On-policy MC control
----------------------
---------------------

In [1]:
def onpolicy_control(env, nS, nA, num_episodes, gamma, epsilon):
    # initialize action-value function
    Q = np.zeros([nS,nA])

    # list of possible actions to be taken by the agent
    A = [i for i in range(nA)]

    # initialize list to save state-action returns for each epsisode
    returns = [[[] for _ in range(nA)] for _ in range(nS)]

    # initialize random policy
    policy = random_policy(nS,nA)

    average_reward = evaluate_average_reward(env, nA, policy, num_eval_episodes = 100)
    
    # store number of policy iterations and average episode reward during training
    num_policy_iter = [0]
    average_rewards_lists = [average_reward]

    # number of policy iterations
    n = 0

    # loop over number of episodes of experience sampled by agent 
    for _ in range(num_episodes):
        n+=1
        # initialize initial state value
        state = 0 
        
        # save states, actions and rewards for each episode
        states = [0]
        actions = []
        rewards = []

        # loop until episode terminates or truncates 
        while True:
            # epislon greedy policy
            policy = epsilon_greedy_policy(Q, nS, nA, epsilon = 0.1)

            # pick action according to the current policy
            action = random.choices(A, weights=[policy[state][i] for i in range(nA)], k=1)[0]

            # take action
            next_state, reward, terminated, truncated, info = env.step(action)
            
            if terminated == False and truncated == False:
                # save state, action and reward in episode
                states.append(next_state)
                actions.append(action)
                rewards.append(reward)


                # update current state
                state = next_state

            # if epsiode terminates or truncates, reset episode and exit loop
            if terminated == True or truncated == True:
                actions.append(action)
                rewards.append(reward)

                env.reset()

                break
        
        # initialize return value: the total discounted award reward from a complete episode
        G = 0

        episode_length = len(states)

        state_action = [[states[i],actions[i]] for i in range(episode_length)]
        
        # evaluate G for each state in episode
        # as return is a function of all future rewards of an episode,loop backwards in time
        for i in reversed(range(episode_length)):
            # return at the current state-action pair is equal to the sum of the immediate reward plus the future discounted return
            G = gamma*G + rewards[i]

            # first-visit MC averages averages over returns from first state-action pair in an episode
            # ignore returns from state-action pairs after first time in epsiode
            if state_action[i] not in state_action[:i]:
                returns[states[i]][actions[i]].append(G)
                # evaluate state-action-value by taking the average of the state-action returns across all episodes of experience
                Q[states[i],actions[i]]= np.mean(returns[states[i]][actions[i]])
            
        policy = epsilon_greedy_policy(Q, nS, nA, epsilon)
        policy_greedy = greedy_policy(Q, nS, nA)
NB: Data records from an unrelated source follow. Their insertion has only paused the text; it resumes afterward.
def write_tables():
    lam = np.arange(300.0, 901.0, 10.0)
    eqe = 92.0 / (1.0 + np.exp((lam - 780.0) / 12.0)) * (1.0 - 0.3 * np.exp(-(lam - 300.0) / 40.0))
    write_table(EQE_PATH, "synthetic EQE of a ~1.6 eV cell (a smooth edge near 780 nm)",
                "wavelength_nm,eqe_percent", lam, eqe, "{:.0f},{:.6f}\n")
    lam = np.arange(300.0, 1201.0, 10.0)
    q = 0.95 * (1.0 - np.exp(-(lam - 280.0) / 60.0)) / (1.0 + np.exp((lam - 1110.0) / 25.0))
    write_table(REF_PATH, "synthetic spectral response of a silicon-like reference cell",
                "Wavelength (nm), SR (A/W)", lam, sq.Q_ELEM * lam * 1e-9 * q / HC, "{:.0f}, {:.7f}\n")


def read_table(path, per_watt):
    """(wavelength nm, EQE fraction) as the files hold them, SR turned into EQE point by point."""
    data = np.loadtxt(path, delimiter=",", comments="#", skiprows=3)
    lam, v = data[:, 0], data[:, 1]
    if per_watt:
        eqe = v * HC / (sq.Q_ELEM * lam * 1e-9)
    else:
        eqe = v / 100.0
    return lam, eqe


def eqe_at_energy(lam, eqe, e_j):
    """EQE linear in wavelength between points, zero outside."""
    l = HC / e_j * 1e9
    if l < lam[0] or l > lam[-1]:
        return 0.0
    return float(np.interp(l, lam, eqe))


def gl3_on_union(f, grid_a, grid_b):
    """int f(lambda) d lambda over the overlap of two grids, 3 Gauss nodes per interval."""
    lo, hi = max(grid_a[0], grid_b[0]), min(grid_a[-1], grid_b[-1])
    cuts = np.unique(np.concatenate([grid_a, grid_b]))
    cuts = cuts[(cuts >= lo) & (cuts <= hi)]
    total = 0.0
    for a, b in zip(cuts[:-1], cuts[1:]):
        mid, half = 0.5 * (a + b), 0.5 * (b - a)
        total += half * sum(w * f(mid + half * x) for x, w in zip(GL3_X, GL3_W))
    return total


def table_jsc(table, lam, eqe):
    """q int EQE Phi: G173 photon density (linear in lambda) times EQE, exact."""
    lam_s, phot = table.lam, table.photons   # photons m^-2 s^-1 nm^-1
    return sq.Q_ELEM * gl3_on_union(
        lambda l: np.interp(l, lam_s, phot) * np.interp(l, lam, eqe), lam_s, lam)


def blackbody_jsc(ts, lam, eqe):
    bb = sq.BlackbodySun(ts)
    kt = sq.K_BOLTZ * ts
    pref = sq.SUN_DILUTION * 2.0 * math.pi / (sq.H_PLANCK ** 3 * sq.C_LIGHT ** 2)
    e_lo, e_hi = HC / (lam[-1] * 1e-9), HC / (lam[0] * 1e-9)
    pts = [HC / (l * 1e-9) for l in lam]
    del bb
    return sq.Q_ELEM * quad(lambda e: pref * e * e / math.expm1(e / kt) * eqe_at_energy(lam, eqe, e),
                            e_lo, e_hi, pts)


def ln_j0_table(lam, eqe, tc):
    """ln of q int EQE phi_bb(Tc) dE, with exp(-E/kT) factored out at the lowest energy."""
    kt = sq.K_BOLTZ * tc
    e_lo, e_hi = HC / (lam[-1] * 1e-9), HC / (lam[0] * 1e-9)
    pts = [HC / (l * 1e-9) for l in lam]
    pref = sq.Q_ELEM * 2.0 * math.pi / (sq.H_PLANCK ** 3 * sq.C_LIGHT ** 2)
    s = quad(lambda e: e * e * math.exp(-(e - e_lo) / kt) / -math.expm1(-e / kt) * eqe_at_energy(lam, eqe, e),
             e_lo, e_hi, pts)
    return math.log(pref) - e_lo / kt + math.log(s)


def ln_j0_urbach(gap_ev, eu_mev, tc):
    kt = sq.K_BOLTZ * tc
    eg, eu = gap_ev * sq.Q_ELEM, eu_mev * 1e-3 * sq.Q_ELEM
    pref = sq.Q_ELEM * 2.0 * math.pi / (sq.H_PLANCK ** 3 * sq.C_LIGHT ** 2)
    # scaled by exp(-Eg/kT): above the gap and the tail below it
    above = quad(lambda e: e * e * math.exp(-(e - eg) / kt) / -math.expm1(-e / kt), eg, eg + 80 * kt)
    tail = quad(lambda e: e * e * math.exp((e - eg) / eu - (e - eg) / kt) / -math.expm1(-e / kt),
                1e-6 * eg, eg, [eg - k * eu for k in (1, 5, 20, 60)] + [eg - k * kt for k in (1, 5, 20, 60)])
    return math.log(pref) - eg / kt + math.log(above + tail)


def urbach_jsc(source_name, table_or_bb, gap_ev, eu_mev):
    eg, eu = gap_ev * sq.Q_ELEM, eu_mev * 1e-3 * sq.Q_ELEM
    above = table_or_bb.photon_flux_above(eg)
    if source_name.startswith("blackbody:"):
        ts = float(source_name.split(":")[1])
        kt = sq.K_BOLTZ * ts
        pref = sq.SUN_DILUTION * 2.0 * math.pi / (sq.H_PLANCK ** 3 * sq.C_LIGHT ** 2)
        tail = quad(lambda e: pref * e * e / math.expm1(e / kt) * math.exp((e - eg) / eu),
                    max(eg - 60 * eu, 1e-6 * eg), eg)
    else:
        lam_s, phot = table_or_bb.lam, table_or_bb.photons
        lam_g = HC / eg * 1e9
        lam_end = min(lam_s[-1], HC / max(eg - 60 * eu, 1e-6 * eg) * 1e9)
        grid = np.concatenate([[lam_g], lam_s[(lam_s > lam_g) & (lam_s < lam_end)], [lam_end]])
        tail = 0.0
        for a, b in zip(grid[:-1], grid[1:]):
            tail += quad(lambda l: np.interp(l, lam_s, phot) * math.exp((HC / (l * 1e-9) - eg) / eu), a, b)
    return sq.Q_ELEM * (above + tail)


def reciprocity_cell(jsc, ln_j0, tc, pin):
    vt = sq.K_BOLTZ * tc / sq.Q_ELEM
    j0 = math.exp(ln_j0)

    def current(v):
        return jsc - j0 * math.expm1(v / vt)

    voc = vt * math.log1p(jsc / j0)
    vmp = optimize.brentq(lambda v: current(v) - v * j0 * math.exp(v / vt) / vt, 0.0, voc,
                          xtol=1e-15, rtol=RTOL, maxiter=200)
    pmax = vmp * current(vmp)
    return {"jsc": jsc, "ln_j0": ln_j0, "voc": voc, "vmp": vmp, "pmax": pmax, "eff": pmax / pin}


def band_power_lambda(ts, l_nm):
    """Blackbody sun spectral irradiance per nm at wavelength l_nm."""
    l = l_nm * 1e-9
    return sq.SUN_DILUTION * math.pi * 2.0 * HC * sq.C_LIGHT / l ** 5 / math.expm1(HC / (l * sq.K_BOLTZ * ts)) * 1e-9


def sr_current(spec_name, g173, lam, eqe):
    """int E(lambda) SR(lambda) dlambda [A m^-2], SR = q lambda EQE / (h c)."""
    def sr(l):
        return sq.Q_ELEM * l * 1e-9 * np.interp(l, lam, eqe) / HC
    if spec_name.startswith("blackbody:"):
        ts = float(spec_name.split(":")[1])
        return quad(lambda l: band_power_lambda(ts, l) * sr(l), lam[0], lam[-1], list(lam))
    col = {"am1.5g": "global", "am1.5d": "direct", "am0": "extraterrestrial"}[spec_name]
    table = sq.TabulatedSpectrum(*g173[col])
    lam_s, phot = table.lam, table.photons

    # the table model of photon integrals: photon density linear in wavelength between
    # points, so the irradiance between points is (hc/lambda) times that density
    def irradiance(l):
        return HC / (l * 1e-9) * np.interp(l, lam_s, phot)
    return gl3_on_union(lambda l: irradiance(l) * sr(l), lam_s, lam)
        # save number of policy iterations
        num_policy_iter.append(n)
        # evaluate average episode reward
        average_reward = evaluate_average_reward(env, nA, policy, num_eval_episodes = 100)
        
        average_rewards_lists.append(average_reward)
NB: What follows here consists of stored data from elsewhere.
//! The emissivity editor: the profile and its control points on a log-wavelength axis,
//! drawn over the sky's zenith transmittance, the sun's spectrum and the blackbody at the
//! surface temperature (both scaled to peak 1), with the 8-13 um window shaded.

use plotters::coord::Shift;
use plotters::prelude::*;
use plotters::style::text_anchor::{HPos, Pos, VPos};

use super::{edges, px_x, px_y};
use crate::app::widgets::plot::palette::*;
use crate::app::widgets::plot::{chart, draw_caption, draw_legend_row, err, tick_target, AxisSpec, Frame, Look};
use crate::view::radiator::csv::shown;
use crate::view::radiator::RadiatorView;

/// Radius of a control point [CSS px]; the pointer picks a point within [`PICK_RADIUS`].
pub const HANDLE_RADIUS: f64 = 5.5;
pub const PICK_RADIUS: f64 = 11.0;

pub fn draw<DB: DrawingBackend>(
    root: &DrawingArea<DB, Shift>,
    c: &RadiatorView,
    selected: Option<usize>,
    look: &Look,
) -> Result<Frame, String> {
    root.fill(&WHITE).map_err(err)?;
    draw_caption(root, look)?;
    let (w, h) = root.dim_in_pixel();
    let (lo, hi) = c.range_um;
    let x = AxisSpec::log10(lo, hi, tick_target(look, w, 62.0), "Wavelength", "µm");
    let y = AxisSpec::new(0.0, 1.0, tick_target(look, h, 48.0), "Emissivity · transmittance", "", false);
    let (mut chart, frame) = chart(root, look, &x, &y, true)?;
    let bg = &c.background;
    let thin = look.px(1.0).max(1) as u32;

    // the atmospheric window
    let (w0, w1) = (8f64.log10(), 13f64.log10());
    if w0 > x.lo && w1 < x.hi {
        chart
            .draw_series(std::iter::once(Rectangle::new([(w0, 0.0), (w1, 1.0)], SKY.mix(0.07).filled())))
            .map_err(err)?;
    }
    chart
        .draw_series(
            AreaSeries::new(bg.x.iter().copied().zip(bg.sky.iter().copied()), 0.0, SKY.mix(0.2).filled())
                .border_style(SKY.mix(0.75).stroke_width(thin)),
        )
        .map_err(err)?;
    let sun_alpha = if c.scenario.sun.is_some() { 0.42 } else { 0.16 };
    chart
        .draw_series(AreaSeries::new(
            bg.x.iter().copied().zip(bg.sun.iter().copied()),
            0.0,
            ABSORBED.mix(sun_alpha).filled(),
        ))
        .map_err(err)?;
    chart
        .draw_series(DashedLineSeries::new(
            bg.x.iter().copied().zip(bg.bb.iter().copied()),
            look.px(6.0),
            look.px(4.0),
            BLACKBODY.stroke_width(look.px(1.6).max(1) as u32),
        ))
        .map_err(err)?;
    chart
        .draw_series(LineSeries::new(
            c.profile.x.iter().copied().zip(c.profile.eps.iter().copied()),
            EMISSIVITY.stroke_width(look.px(2.6).max(1) as u32),
        ))
        .map_err(err)?;

    let plot = root.clone();
    let (left, top, _, bottom) = edges(&frame);
    if w0 > x.lo && w1 < x.hi {
        let style = look.text(look.size(11.0), &SKY_INK).pos(Pos::new(HPos::Center, VPos::Bottom));
        let mid = (px_x(&frame, look, w0) + px_x(&frame, look, w1)) / 2;
        plot.draw_text("8–13 µm", &style, (mid, bottom - look.px(3.0))).map_err(err)?;
    }

    // control points: filled when the profile is made of them, hollow when the first edit
    // would turn the profile into them
    let r = look.px(HANDLE_RADIUS);
    let ring = look.px(1.6).max(1) as u32;
    for (i, p) in c.profile.handles.iter().enumerate() {
        let lx = p[0].log10();
        if lx < x.lo - 1e-9 || lx > x.hi + 1e-9 {
            continue;
        }
        let (px, py) = (px_x(&frame, look, lx), px_y(&frame, look, p[1]));
        if c.profile.editable && selected == Some(i) {
            plot.draw(&Circle::new((px, py), r + look.px(3.5), EMISSIVITY.mix(0.18).filled())).map_err(err)?;
            plot.draw(&Circle::new((px, py), r + look.px(1.0), EMISSIVITY.filled())).map_err(err)?;
            plot.draw(&Circle::new((px, py), r + look.px(1.0), WHITE.stroke_width(ring))).map_err(err)?;
        } else if c.profile.editable {
            plot.draw(&Circle::new((px, py), r, WHITE.filled())).map_err(err)?;
            plot.draw(&Circle::new((px, py), r, EMISSIVITY.stroke_width(ring + 1))).map_err(err)?;
        } else {
            plot.draw(&Circle::new((px, py), r - look.px(1.0), WHITE.mix(0.9).filled())).map_err(err)?;
            plot.draw(&Circle::new((px, py), r - look.px(1.0), MUTED.mix(0.8).stroke_width(ring))).map_err(err)?;
        }
    }

    if look.legend {
        let lx = left + look.px(14.0);
        let ly = top + (bottom - top) * 2 / 5;
        let rows: [(&RGBColor, bool, String); 4] = [
            (&EMISSIVITY, false, format!("emissivity: {}", shown(c.scenario.emitter.label()))),
            (&SKY, true, format!("sky zenith transmittance: {}", shown(c.scenario.sky.label()))),
            (
                &ABSORBED,
                true,
                format!("{} (peak = 1){}", bg.sun_name, if c.scenario.sun.is_some() { "" } else { ", sun off" }),
            ),
            (&BLACKBODY, false, format!("blackbody at {:.1} K (peak = 1)", c.scenario.surface_temperature())),
        ];
        for (k, (col, swatch, text)) in rows.iter().enumerate() {
            draw_legend_row(&plot, look, lx, ly + look.px(20.0) * k as i32, col, *swatch, text)?;
        }
    }
    Ok(frame)
}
    return Q, policy, num_policy_iter, average_rewards_lists

Off-policy MC control
----------------------
---------------------

In [3]:
def offpolicy_control(env, nS, nA, num_episodes, gamma, epsilon):

    # initialize action-value function
    Q = np.zeros([nS,nA])

    # list of possible actions to be taken by the agent
    A = [i for i in range(nA)]
    
    # cumulative sum of weights, W, for a given state-action value
    C = np.zeros([nS,nA])

    # initialize random policy
    b_policy = epsilon_greedy_policy(Q, nS, nA, epsilon)
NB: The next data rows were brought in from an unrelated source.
use crate::physics::film::{coherent_mean, emissivity, Response};
use crate::physics::materials::BUILTINS;
use crate::scenario::film::{film_inputs, Coherence, FilmError, LayerSpec, MaterialSpec, THICKNESS_RANGE_NM};
use crate::view::format::{csv_num, field};

/// Wavelengths the stack's plots span [um].
pub const PLOT_RANGE_UM: (f64, f64) = (0.3, 30.0);
/// Wavelengths of the reflectance, transmittance and absorptance curves: settled, and while
/// a thickness is dragged or a key held.
pub const SPECTRUM_POINTS: usize = 480;
pub const SPECTRUM_POINTS_COARSE: usize = 200;
/// Cells of the emissivity map (wavelength × angle): settled, and while dragging.
pub const MAP_CELLS: (usize, usize) = (180, 45);
pub const MAP_CELLS_COARSE: (usize, usize) = (90, 18);
/// The second angle offered for the curves [deg from the normal].
pub const SECOND_ANGLES_DEG: [f64; 4] = [30.0, 45.0, 60.0, 75.0];
/// Most layers the page's table offers to add (the scenario takes more from a link).
pub const PAGE_MAX_LAYERS: usize = 20;
/// Thickness of a layer added by the table [nm].
pub const NEW_LAYER_NM: f64 = 100.0;

/// Air, the medium above the stack.
pub fn air() -> MaterialSpec {
    MaterialSpec::Index { n: 1.0, k: 0.0 }
}

fn builtin(name: &str) -> MaterialSpec {
    MaterialSpec::Builtin { name: name.into() }
}

fn layer(name: &str, nm: f64) -> LayerSpec {
    LayerSpec { material: builtin(name), thickness_nm: nm, coherence: Coherence::Auto }
}

/// The stack offered when the user first switches to layers: a thin hafnia cap over
/// alumina and silica films on silver (a reflector for sunlight whose oxide films emit in
/// the 8-13 µm window).
pub fn default_stack() -> (Vec<LayerSpec>, MaterialSpec) {
    (vec![layer("hfo2", 50.0), layer("al2o3-ir", 800.0), layer("silica-ir", 1200.0)], builtin("ag"))
}

/// A built-in material as the page lists it.
#[derive(Debug, Clone, PartialEq)]
pub struct MaterialInfo {
    pub name: &'static str,
    pub what: &'static str,
    pub source: String,
    /// valid wavelengths [um]
    pub range_um: (f64, f64),
}

impl MaterialInfo {
    /// "0.248–12.4 µm"
    pub fn range_text(&self) -> String {
        format!("{}–{} µm", field(self.range_um.0, 3), field(self.range_um.1, 3))
    }

    /// The option's text in the material list.
    pub fn option_text(&self) -> String {
        format!("{} · {}", self.what, self.range_text())
    }
}

/// Every built-in material (each built once).
pub fn builtin_materials() -> Vec<MaterialInfo> {
    BUILTINS
        .iter()
        .map(|b| {
            let m = (b.build)();
            MaterialInfo {
                name: b.name,
                what: b.what,
                source: m.source,
                range_um: (m.range_m.0 * 1e6, m.range_m.1 * 1e6),
            }
        })
        .collect()
}

/// The text a material field shows: a built-in name, `n=1.5` or `nk=2.1/0.05`, a table's name.
pub fn material_text(m: &MaterialSpec) -> String {
    m.text()
}

/// What the page says about a material: what it is, its range and its source.
pub fn material_about(m: &MaterialSpec, list: &[MaterialInfo]) -> String {
    match m {
        MaterialSpec::Builtin { name } => match list.iter().find(|i| i.name.eq_ignore_ascii_case(name)) {
            Some(i) => format!("{}, {}; {}", i.what, i.range_text(), i.source),
            None => format!("'{name}' is not a built-in material"),
        },
        MaterialSpec::Index { n, k } if *k == 0.0 => {
            format!("constant index n = {}, lossless, at every wavelength", field(*n, 6))
        }
        MaterialSpec::Index { n, k } => {
            format!("constant index n = {}, k = {} (absorbing), at every wavelength", field(*n, 6), field(*k, 6))
        }
        MaterialSpec::Table { name, wavelength_m, .. } => format!(
            "n,k table '{name}', {} rows, {}–{} µm",
            wavelength_m.len(),
            field(wavelength_m.first().copied().unwrap_or(0.0) * 1e6, 3),
            field(wavelength_m.last().copied().unwrap_or(0.0) * 1e6, 3)
        ),
        MaterialSpec::File { path } => format!("the n,k file '{path}'"),
    }
}

/// A material as typed in the page's material field: a built-in name from the list, a
/// constant index `n=1.5` or `nk=2.1/0.05`; the message says what is accepted.
pub fn parse_material(text: &str) -> Result<MaterialSpec, String> {
    let t = text.trim();
    if t.is_empty() {
        return Err("choose a material from the list, or type a constant index such as n=1.5 or nk=2.1/0.05".into());
    }
    if t.get(..5).is_some_and(|p| p.eq_ignore_ascii_case("file:")) {
        return Err(
            "the page does not read n,k files by path; choose a material from the list or type n=… or nk=…/…".into()
        );
    }
    // the list's option text starts with the name
    let name = t.split(" · ").next().unwrap_or(t).trim();
    match MaterialSpec::parse(name) {
        Ok(m) => Ok(m),
        Err(_) if name.contains('=') => Err(format!(
            "'{name}' is not a constant index; type n=1.5 (lossless) or nk=2.1/0.05 (n and k, k at least 0)"
        )),
        Err(_) => Err(format!(
            "'{name}' is not a material in the list; choose one from the list, or type a constant index such as n=1.5 or nk=2.1/0.05"
        )),
    }
}

/// The thickness after one key step [nm]: about 1 % of it (at least 1 nm; ten times that
/// with Shift), landing on a multiple of the step, within the scenario's range.
pub fn step_thickness(d_nm: f64, dir: i32, big: bool) -> f64 {
    let d = if d_nm.is_finite() { d_nm.max(0.0) } else { 0.0 };
    let base = 10f64.powf((d.max(1.0).log10().floor() - 2.0).max(0.0));
    let step = if big { base * 10.0 } else { base };
    let next = ((d / step).round() + dir as f64) * step;
    next.clamp(THICKNESS_RANGE_NM.0, THICKNESS_RANGE_NM.1)
}

/// A dragged thickness [nm] rounded as people read it: to 0.1 nm below 10 nm, to 1 nm
/// below 1000 nm, else to 3 significant figures; never below 0.
pub fn round_thickness(d_nm: f64) -> f64 {
    if !d_nm.is_finite() || d_nm <= 0.0 {
        return 0.0;
    }
    let r = if d_nm < 10.0 {
        (d_nm * 10.0).round() / 10.0
    } else if d_nm < 1000.0 {
        d_nm.round()
    } else {
        crate::view::format::round_sig(d_nm, 3)
    };
    r.min(THICKNESS_RANGE_NM.1)
}

/// Heights of the bar diagram's layers [px] for `room` px: proportional to thickness, each
/// at least `min` px. Returns the heights and the px per nm of the layers above the minimum.
pub fn bar_heights(thickness_nm: &[f64], room: f64, min: f64) -> (Vec<f64>, f64) {
    let n = thickness_nm.len();
    if n == 0 {
        return (Vec::new(), 0.0);
    }
    let d: Vec<f64> = thickness_nm.iter().map(|t| if t.is_finite() { t.max(0.0) } else { 0.0 }).collect();
    let mut pinned = vec![false; n];
    let mut scale = 0.0;
    // pin the thin layers at the minimum and share the rest; a few rounds settle it
    for _ in 0..n + 1 {
        let free: f64 = d.iter().zip(&pinned).filter(|(_, p)| !**p).map(|(t, _)| t).sum();
        let left = room - min * pinned.iter().filter(|p| **p).count() as f64;
        scale = if free > 0.0 { (left / free).max(0.0) } else { 0.0 };
        let mut changed = false;
        for i in 0..n {
            if !pinned[i] && d[i] * scale < min {
                pinned[i] = true;
                changed = true;
            }
        }
        if !changed {
            break;
        }
    }
    let h = d.iter().zip(&pinned).map(|(t, p)| if *p { min } else { (t * scale).max(min) }).collect();
    (h, scale)
}

/// The stack's optics as the panel plots them.
#[derive(Debug, Clone)]
pub struct FilmView {
    pub layers: Vec<LayerSpec>,
    pub substrate: MaterialSpec,
    /// the substrate absorbs somewhere in the plotted range (k > 0): emissivity is 1 − R there
    pub absorbing_substrate: bool,
    /// the curves' wavelengths [um], log-spaced over [`PLOT_RANGE_UM`]
    pub lambda_um: Vec<f64>,
    /// at normal incidence, and the emissivity there
    pub normal: Vec<Response>,
    pub normal_eps: Vec<f64>,
    /// the second angle [deg] and the curves there
    pub angle_deg: Option<f64>,
    pub oblique: Vec<Response>,
    /// the map's cell centres: wavelengths [um] (log-spaced) and angles [deg]
    pub map_lambda_um: Vec<f64>,
    pub map_angle_deg: Vec<f64>,
    /// emissivity by angle (rows, from the normal) then wavelength
    pub map: Vec<f64>,
    /// computed on the coarse grids of a drag
    pub coarse: bool,
}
    average_reward = evaluate_average_reward(env, nA, b_policy, num_eval_episodes = 100)
    
    # store number of policy iterations and average episode reward during training
    num_policy_iter = [0]
    average_rewards_list_t = [average_reward]
    average_rewards_list_b = [average_reward]

    # number of policy iterations
    n = 0
    
    for _ in range(num_episodes):
        n+=1
        # initialize initial state value
        state = 0

        # save states, actions and rewards for each episode
        states = [0]
        actions = []
        rewards = []

        # loop until episode terminates or truncates 
        while True:
            b_policy = epsilon_greedy_policy(Q, nS, nA, epsilon)
            
            # pick action according to the current policy
            action = random.choices(A, weights=[b_policy[state][i] for i in range(nA)], k=1)[0]

            # take action
            next_state, reward, terminated, truncated, info = env.step(action)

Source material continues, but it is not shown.